Segment Open

/**
 * The non-compartmental figures of one profile. Throws NcaInputError for input that
 * checkNcaInput refuses (callers with user data check first and report those problems).
 */
export function ncaProfile(input: NcaInput): NcaResult {
  const problems = checkNcaInput(input);
  if (problems.length > 0) throw new NcaInputError(problems);
  const rule = input.rule ?? 'linear-up-log-down';
  const dose = input.dose ?? null;
  const route = dose?.route ?? null;
  const bolus = route === 'intravascular';
  const { times, concentrations } = input;
  const tau = input.interval ?? null;
  const figures = emptyFigures();
  const flags: NcaFlag[] = [];
  const flag = (figure: NcaFlag['figure'], message: string) => flags.push({ figure, message });

  // Levels below the limit are left out of every figure (for now; a censored treatment may come later) and named.
  const excludedSet = new Set(input.excluded ?? []);
  const excluded = [...excludedSet].sort((a, b) => a - b).map((index) => ({ index, time: times[index] }));
  for (const e of excluded) flag('levels', `the level at time ${e.time} is below the limit and is excluded from every figure`);

  // Without a dose, the dose time is taken as 0 of the times given.
  const doseTime = dose?.time ?? 0;
  if (!dose) flag('levels', 'no dose given: areas start at time 0; CL and Vz need a dose');
  const used: number[] = [];
  for (let i = 0; i < times.length; i++) if (!excludedSet.has(i)) used.push(i);
  // A bolus enters at an instant; a level recorded at that instant is taken as drawn before it.
  const isPre = (i: number) => (bolus ? times[i] <= doseTime : times[i] < doseTime);
  const pre = used.filter(isPre);
  const post = used.filter((i) => !isPre(i));
  if (post.length === 0) {
    flag('levels', 'no level after the dose time: no figure can be read');
    return { figures, terminal: null, excluded, rule, route, flags };
  }
  const lastBefore = pre.length > 0 ? pre[pre.length - 1] : null;
  // At steady state the pre-dose level is the last one drawn within τ/4 before the dose (PRE_DOSE_SHARE); an earlier one is of an earlier interval.
  const lastPre = tau !== null && lastBefore !== null && isPreDoseTime(times[lastBefore], doseTime, tau, bolus) ? lastBefore : null;
  if (pre.length > 0 && tau === null) flag('levels', `${pre.length} level${pre.length === 1 ? '' : 's'} before the dose time ${bolus ? '(or at the bolus) ' : ''}not used: without an interval, areas start at the dose`);
  const unusedPre = pre.filter((i) => i !== lastPre);
  if (tau !== null && unusedPre.length > 0) {
    const at = unusedPre.map((i) => num(times[i])).join(', ');
    flag('levels', `${unusedPre.length === 1 ? `the level at ${at} is` : `the levels at ${at} are`} not used: only the last level drawn within τ/4 before the dose (from ${num(doseTime - PRE_DOSE_SHARE * tau)} to ${num(doseTime)}) counts as its pre-dose level`);
  }

  // The level at the dose time, where the area starts.
  let start: number | null = null;
  const atDose = !bolus && times[post[0]] === doseTime;
  if (bolus) {
    // C0 by log-linear back-extrapolation from the first two levels after the bolus (common practice); never above-the-line guesses.
    const [i1, i2] = post;
    const c1 = concentrations[i1];
    if (i2 !== undefined && c1 > 0 && concentrations[i2] > 0 && concentrations[i2] < c1) {
      const t1 = times[i1] - doseTime;
      const c2 = concentrations[i2];
      start = c1 * Math.exp((logRatio(c1, c2) * t1) / (times[i2] - times[i1]));
      flag('c0', `C0 back-extrapolated log-linearly to the dose time from the levels at ${times[i1]} and ${times[i2]} (common practice for a bolus)`);
    } else {
      start = c1;
      flag('c0', `the first two levels after the bolus do not fall, so C0 is taken as the first level (${c1}), not extrapolated`);
    }
    figures.c0 = start;
  } else if (!atDose) {
    if (tau === null) start = 0; // a single dose given outside the blood: nothing there yet (common practice)
    else if (lastPre !== null) {
      start = concentrations[lastPre];
      flag('aucTau', `the pre-dose level at ${num(times[lastPre])} (within τ/4 before the dose) is taken as the level at the dose time (steady state)`);
    } else {
      // Fallback: at steady state the level at the end of the interval equals the level at its start, C(τ) = C(0) (Gibaldi & Perrier, ch. 3).
      const none = `no pre-dose level within τ/4 before the dose (from ${num(doseTime - PRE_DOSE_SHARE * tau)} to ${num(doseTime)})`;
      const endLevel = post.find((i) => sameInstant(times[i], doseTime + tau, tau));
      if (endLevel !== undefined) {
        start = concentrations[endLevel];
        flag('aucTau', `${none}: the level at the end of the interval (${num(times[endLevel])}) is taken as the level at the dose time, C(0) = C(τ) at steady state (fallback)`);
      } else {
        const inInterval = post.filter((i) => times[i] <= doseTime + tau).map((i) => concentrations[i]);
        if (inInterval.length === 0) flag('aucTau', 'no level inside the interval: no steady-state figures');
        else {
          start = inInterval.reduce((a, b) => Math.min(a, b), Infinity);
          flag('aucTau', `${none} and none at the end of the interval (${num(doseTime + tau)}): the lowest level in the interval (${num(start)}) is taken as the level at the dose time (fallback)`);
        }
      }
    }
  }

  // The profile integrated: times from the dose.
  const m = post.length + (start === null ? 0 : 1);
  const p: Profile = { t: new Float64Array(m), c: new Float64Array(m), source: new Int32Array(m) };
  let k = 0;
  if (start !== null) {
    p.t[0] = 0;
    p.c[0] = start;
    p.source[0] = -1;
    k = 1;
  }
  for (const i of post) {
    p.t[k] = times[i] - doseTime;
    p.c[k] = concentrations[i];
    p.source[k] = i;
    k++;
  }

  // Cmax, Tmax: the highest observed level after the dose, the first if repeated (common practice).
  let imax = -1;
  for (let j = 0; j < m; j++) if (p.source[j] >= 0 && (imax < 0 || p.c[j] > p.c[imax])) imax = j;
  figures.cmax = p.c[imax];
  figures.tmax = p.t[imax];
  // Clast, Tlast: the last observed level above zero (common practice).
  let ilast = -1;
  for (let j = m - 1; j >= 0; j--) if (p.source[j] >= 0 && p.c[j] > 0) {
    ilast = j;
    break;
  }
  if (ilast < 0) {
    flag('levels', 'every level after the dose is zero: no area, no terminal line');
    figures.aucLast = 0;
    figures.aumcLast = 0;
    return { figures, terminal: null, excluded, rule, route, flags };
  }
  const clast = p.c[ilast];
  const tlast = p.t[ilast];
  figures.clast = clast;
  figures.tlast = tlast;

  // AUC0–last and AUMC0–last: segment by segment from the dose time to Tlast (Gibaldi & Perrier, app. D; ch. 11).
  let auc = 0;
  let aumc = 0;
  for (let j = 1; j <= ilast; j++) {
    auc += segmentArea(p.t[j - 1], p.c[j - 1], p.t[j], p.c[j], rule);
    aumc += segmentMoment(p.t[j - 1], p.c[j - 1], p.t[j], p.c[j], rule);
  }
  figures.aucLast = auc;
  figures.aumcLast = aumc;

  // λz over the observed positive levels after Cmax (a bolus's Cmax is already on the falling limb, so it may take part).
  const candidates: number[] = [];
  for (let j = bolus ? imax : imax + 1; j <= ilast; j++) if (p.source[j] >= 0 && p.c[j] > 0) candidates.push(p.source[j]);
  const phase = selectTerminalPhase(times, concentrations, candidates, input.terminalPoints);
  let fit: LogLinearFit | null = null;
  let terminal: NcaTerminal | null = null;
  if (!phase.ok) flag('terminalRate', `no terminal rate: ${phase.reason}`);
  else {
    fit = phase.fit;
    terminal = { indices: phase.indices, times: phase.indices.map((i) => times[i]), r2: fit.r2, adjustedR2: fit.adjustedR2, intercept: fit.intercept, chosenBy: phase.chosenBy };
    figures.terminalRate = fit.rate;
    figures.terminalAdjustedR2 = fit.adjustedR2;
    if (fit.n < 3) {
      const why = phase.chosenBy === 'fixed' ? ' (fixed)' : ' (the only ones after Cmax)';
      flag('terminalRate', `the terminal line has only ${fit.n} points${why}; the rule asks for at least 3: λz and every figure from it (t½, AUC0–∞, CL, Vz, MRT) are doubtful`);
    }
    if (fit.adjustedR2 !== null && fit.adjustedR2 < lowAdjustedR2) flag('terminalRate', `adjusted R² ${fit.adjustedR2.toFixed(4)} is below ${lowAdjustedR2} (a common-practice threshold): the terminal line is doubtful`);
    if (phase.indices[phase.indices.length - 1] !== p.source[ilast]) flag('terminalRate', 'the fixed points do not end at Tlast');
  }
  const lz = fit?.rate ?? null;
  if (lz !== null) {
    figures.halfLife = Math.LN2 / lz; // t½ = ln 2/λz
    const tail = clast / lz; // ∫ from Tlast to ∞ of Clast·e^(−λz(t − Tlast))
    const aucInf = auc + tail;
    figures.aucInf = aucInf;
    figures.aucExtrapolatedPercent = (100 * tail) / aucInf;
    if (figures.aucExtrapolatedPercent > highExtrapolatedPercent) {
      flag('aucInf', `${figures.aucExtrapolatedPercent.toFixed(1)} % of AUC0–∞ is extrapolated (more than ${highExtrapolatedPercent} %, common practice): AUC0–∞ and the figures from it are doubtful`);
    }
    figures.aumcInf = aumc + (clast * tlast) / lz + clast / (lz * lz); // ∫ t·Clast·e^(−λz(t − Tlast)) from Tlast to ∞
  }

  // The interval at steady state: from the dose time to dose time + τ.
  let aucTau: number | null = null;
  // The interval's figures need the level at the dose time (p.t[0] = 0); without it they are left out, as flagged above.
  if (tau !== null && p.t[0] === 0) {
    const end = tau;
    const lastT = p.t[m - 1];
    if (end <= lastT) aucTau = areaTo(p, end, rule);
    else if (lz !== null && p.c[m - 1] > 0) {
      // Beyond the last level: on the terminal line from Clast (the level there is Clast·e^(−λz(τ − Tlast))).
      const cEnd = clast * Math.exp(-lz * (end - tlast));
      aucTau = areaTo(p, lastT, rule) + (clast - cEnd) / lz;
      flag('aucTau', `the last level (${lastT + doseTime}) comes before the end of the interval (${doseTime + end}): AUCτ is completed on the terminal line`);
    } else if (p.c[m - 1] === 0) aucTau = areaTo(p, lastT, rule);
    else flag('aucTau', `the levels end before the end of the interval (${doseTime + end}) and there is no terminal rate to complete it`);
    figures.aucTau = aucTau;
    if (aucTau !== null) figures.cavg = aucTau / tau; // Cavg = AUCτ/τ
    // Cmin and Cmax over the interval: the observed levels in it and the pre-dose level within τ/4 (the trough of the interval before).
    const levels: number[] = [];
    for (let j = 0; j < m; j++) if (p.source[j] >= 0 && (p.t[j] <= end || sameInstant(p.t[j], end, tau))) levels.push(p.c[j]);
    if (lastPre !== null) levels.push(concentrations[lastPre]);
    // Reduced, not spread: a long profile would overflow the argument list.
    figures.cminTau = levels.reduce((a, b) => Math.min(a, b), Infinity);
    figures.cmaxTau = levels.reduce((a, b) => Math.max(a, b), -Infinity);
    if (figures.cavg !== null && figures.cavg > 0) figures.fluctuationPercent = (100 * (figures.cmaxTau - figures.cminTau)) / figures.cavg;
    if (figures.cminTau > 0) figures.swingPercent = (100 * (figures.cmaxTau - figures.cminTau)) / figures.cminTau;
    else flag('swingPercent', 'Cmin is zero: no swing');
  }

  // CL, Vz (CL/F, Vz/F): dose over the area; at steady state AUCτ equals the single dose's AUC0–∞ (Gibaldi & Perrier, ch. 3).
  const area = tau !== null ? aucTau : figures.aucInf;
  if (dose && area !== null && area > 0) {
    figures.clearance = dose.amount / area;
    if (lz !== null) figures.volume = dose.amount / (lz * area);
  }
  if (dose && area === null) flag('clearance', tau !== null ? 'no AUCτ: no clearance' : 'no AUC0–∞ (no terminal rate): no clearance');
  // MRT = AUMC0–∞/AUC0–∞ of a single dose, less half the infusion time (Gibaldi & Perrier, ch. 11).
  if (tau !== null) flag('mrt', 'not given at steady state: MRT needs the single dose\'s AUMC0–∞');
  else if (figures.aumcInf !== null && figures.aucInf !== null) {
    if (route === 'infusion') {
      if (dose?.duration === undefined) flag('mrt', 'an infusion needs its duration for MRT');
      else figures.mrt = figures.aumcInf / figures.aucInf - dose.duration / 2;
    } else figures.mrt = figures.aumcInf / figures.aucInf;
  }
  return { figures, terminal, excluded, rule, route, flags };
}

Segment Closed

Work instruction: Print exactly the lines of the listing above starting at the line containing "for (let j = bolus" and ending at the line containing "figures.halfLife = Math.LN2", both included.

Answer to the problem:
  for (let j = bolus ? imax : imax + 1; j <= ilast; j++) if (p.source[j] >= 0 && p.c[j] > 0) candidates.push(p.source[j]);
  const phase = selectTerminalPhase(times, concentrations, candidates, input.terminalPoints);
  let fit: LogLinearFit | null = null;
  let terminal: NcaTerminal | null = null;
  if (!phase.ok) flag('terminalRate', `no terminal rate: ${phase.reason}`);
  else {
    fit = phase.fit;
    terminal = { indices: phase.indices, times: phase.indices.map((i) => times[i]), r2: fit.r2, adjustedR2: fit.adjustedR2, intercept: fit.intercept, chosenBy: phase.chosenBy };
    figures.terminalRate = fit.rate;
    figures.terminalAdjustedR2 = fit.adjustedR2;
    if (fit.n < 3) {
      const why = phase.chosenBy === 'fixed' ? ' (fixed)' : ' (the only ones after Cmax)';
      flag('terminalRate', `the terminal line has only ${fit.n} points${why}; the rule asks for at least 3: λz and every figure from it (t½, AUC0–∞, CL, Vz, MRT) are doubtful`);
    }
    if (fit.adjustedR2 !== null && fit.adjustedR2 < lowAdjustedR2) flag('terminalRate', `adjusted R² ${fit.adjustedR2.toFixed(4)} is below ${lowAdjustedR2} (a common-practice threshold): the terminal line is doubtful`);
    if (phase.indices[phase.indices.length - 1] !== p.source[ilast]) flag('terminalRate', 'the fixed points do not end at Tlast');
  }
  const lz = fit?.rate ?? null;
  if (lz !== null) {
    figures.halfLife = Math.LN2 / lz; // t½ = ln 2/λz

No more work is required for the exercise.